AIM OF THE TASK >>
Your output should be the lines from the one with "[row[name] for row" through the end of the entries below, set down word for word and nothing else.

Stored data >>
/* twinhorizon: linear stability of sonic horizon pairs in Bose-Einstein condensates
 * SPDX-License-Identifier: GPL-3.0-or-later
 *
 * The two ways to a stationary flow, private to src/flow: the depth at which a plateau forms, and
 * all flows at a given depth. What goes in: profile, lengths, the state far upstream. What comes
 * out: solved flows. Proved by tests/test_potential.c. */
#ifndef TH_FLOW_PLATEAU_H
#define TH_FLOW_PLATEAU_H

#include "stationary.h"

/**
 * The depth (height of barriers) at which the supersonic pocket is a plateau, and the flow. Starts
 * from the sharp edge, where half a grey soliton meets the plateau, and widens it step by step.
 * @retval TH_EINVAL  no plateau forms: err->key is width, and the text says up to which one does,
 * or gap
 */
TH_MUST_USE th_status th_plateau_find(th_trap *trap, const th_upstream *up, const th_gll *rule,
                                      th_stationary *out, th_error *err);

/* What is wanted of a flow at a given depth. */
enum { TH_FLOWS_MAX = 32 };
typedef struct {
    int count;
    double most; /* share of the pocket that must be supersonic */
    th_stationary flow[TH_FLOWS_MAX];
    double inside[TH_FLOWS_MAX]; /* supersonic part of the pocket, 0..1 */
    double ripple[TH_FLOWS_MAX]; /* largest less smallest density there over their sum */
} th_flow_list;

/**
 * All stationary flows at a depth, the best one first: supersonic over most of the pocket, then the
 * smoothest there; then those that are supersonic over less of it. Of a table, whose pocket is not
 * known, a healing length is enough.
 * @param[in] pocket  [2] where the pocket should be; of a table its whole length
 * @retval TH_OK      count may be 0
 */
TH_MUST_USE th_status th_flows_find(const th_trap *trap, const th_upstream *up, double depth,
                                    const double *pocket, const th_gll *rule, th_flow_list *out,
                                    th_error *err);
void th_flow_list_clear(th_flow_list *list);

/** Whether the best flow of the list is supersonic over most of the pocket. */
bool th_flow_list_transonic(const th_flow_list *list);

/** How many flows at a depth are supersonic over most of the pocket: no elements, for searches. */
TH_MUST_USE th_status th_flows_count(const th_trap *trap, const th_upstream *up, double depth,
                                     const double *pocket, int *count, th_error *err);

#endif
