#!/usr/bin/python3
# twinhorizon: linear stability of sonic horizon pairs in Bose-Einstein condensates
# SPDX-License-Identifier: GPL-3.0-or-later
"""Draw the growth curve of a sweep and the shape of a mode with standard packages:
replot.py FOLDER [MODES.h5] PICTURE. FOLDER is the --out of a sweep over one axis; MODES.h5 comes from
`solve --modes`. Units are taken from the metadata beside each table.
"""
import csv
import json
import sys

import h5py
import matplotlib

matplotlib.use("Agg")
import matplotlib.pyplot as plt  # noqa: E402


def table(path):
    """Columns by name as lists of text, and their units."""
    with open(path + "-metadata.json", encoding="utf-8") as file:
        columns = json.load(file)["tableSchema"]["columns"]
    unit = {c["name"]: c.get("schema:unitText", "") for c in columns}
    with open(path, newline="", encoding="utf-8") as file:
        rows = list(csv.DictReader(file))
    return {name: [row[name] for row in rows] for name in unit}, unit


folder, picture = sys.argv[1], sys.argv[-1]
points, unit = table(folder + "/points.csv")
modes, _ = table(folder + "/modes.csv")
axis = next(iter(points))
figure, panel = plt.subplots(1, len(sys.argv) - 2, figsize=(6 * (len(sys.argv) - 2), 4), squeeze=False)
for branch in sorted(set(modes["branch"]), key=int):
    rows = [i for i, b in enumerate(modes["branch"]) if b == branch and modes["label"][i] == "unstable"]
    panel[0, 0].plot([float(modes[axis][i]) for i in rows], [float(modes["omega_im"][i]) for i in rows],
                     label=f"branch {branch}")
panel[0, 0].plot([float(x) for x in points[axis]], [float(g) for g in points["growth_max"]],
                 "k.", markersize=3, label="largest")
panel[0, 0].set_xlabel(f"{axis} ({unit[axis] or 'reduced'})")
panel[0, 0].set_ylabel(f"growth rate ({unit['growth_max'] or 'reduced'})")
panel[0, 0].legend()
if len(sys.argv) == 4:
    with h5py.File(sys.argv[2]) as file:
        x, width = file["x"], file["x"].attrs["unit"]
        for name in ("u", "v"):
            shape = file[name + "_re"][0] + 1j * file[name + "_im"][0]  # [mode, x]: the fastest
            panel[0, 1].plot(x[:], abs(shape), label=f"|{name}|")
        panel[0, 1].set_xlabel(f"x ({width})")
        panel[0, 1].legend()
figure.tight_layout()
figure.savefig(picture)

ANSWER TO THIS EXERCISE >>
    return {name: [row[name] for row in rows] for name in unit}, unit


folder, picture = sys.argv[1], sys.argv[-1]
points, unit = table(folder + "/points.csv")
modes, _ = table(folder + "/modes.csv")
axis = next(iter(points))
figure, panel = plt.subplots(1, len(sys.argv) - 2, figsize=(6 * (len(sys.argv) - 2), 4), squeeze=False)
for branch in sorted(set(modes["branch"]), key=int):
    rows = [i for i, b in enumerate(modes["branch"]) if b == branch and modes["label"][i] == "unstable"]
    panel[0, 0].plot([float(modes[axis][i]) for i in rows], [float(modes["omega_im"][i]) for i in rows],
                     label=f"branch {branch}")
panel[0, 0].plot([float(x) for x in points[axis]], [float(g) for g in points["growth_max"]],
                 "k.", markersize=3, label="largest")
panel[0, 0].set_xlabel(f"{axis} ({unit[axis] or 'reduced'})")
panel[0, 0].set_ylabel(f"growth rate ({unit['growth_max'] or 'reduced'})")
panel[0, 0].legend()
if len(sys.argv) == 4:
    with h5py.File(sys.argv[2]) as file:
        x, width = file["x"], file["x"].attrs["unit"]
        for name in ("u", "v"):
            shape = file[name + "_re"][0] + 1j * file[name + "_im"][0]  # [mode, x]: the fastest
            panel[0, 1].plot(x[:], abs(shape), label=f"|{name}|")
        panel[0, 1].set_xlabel(f"x ({width})")
        panel[0, 1].legend()
figure.tight_layout()
figure.savefig(picture)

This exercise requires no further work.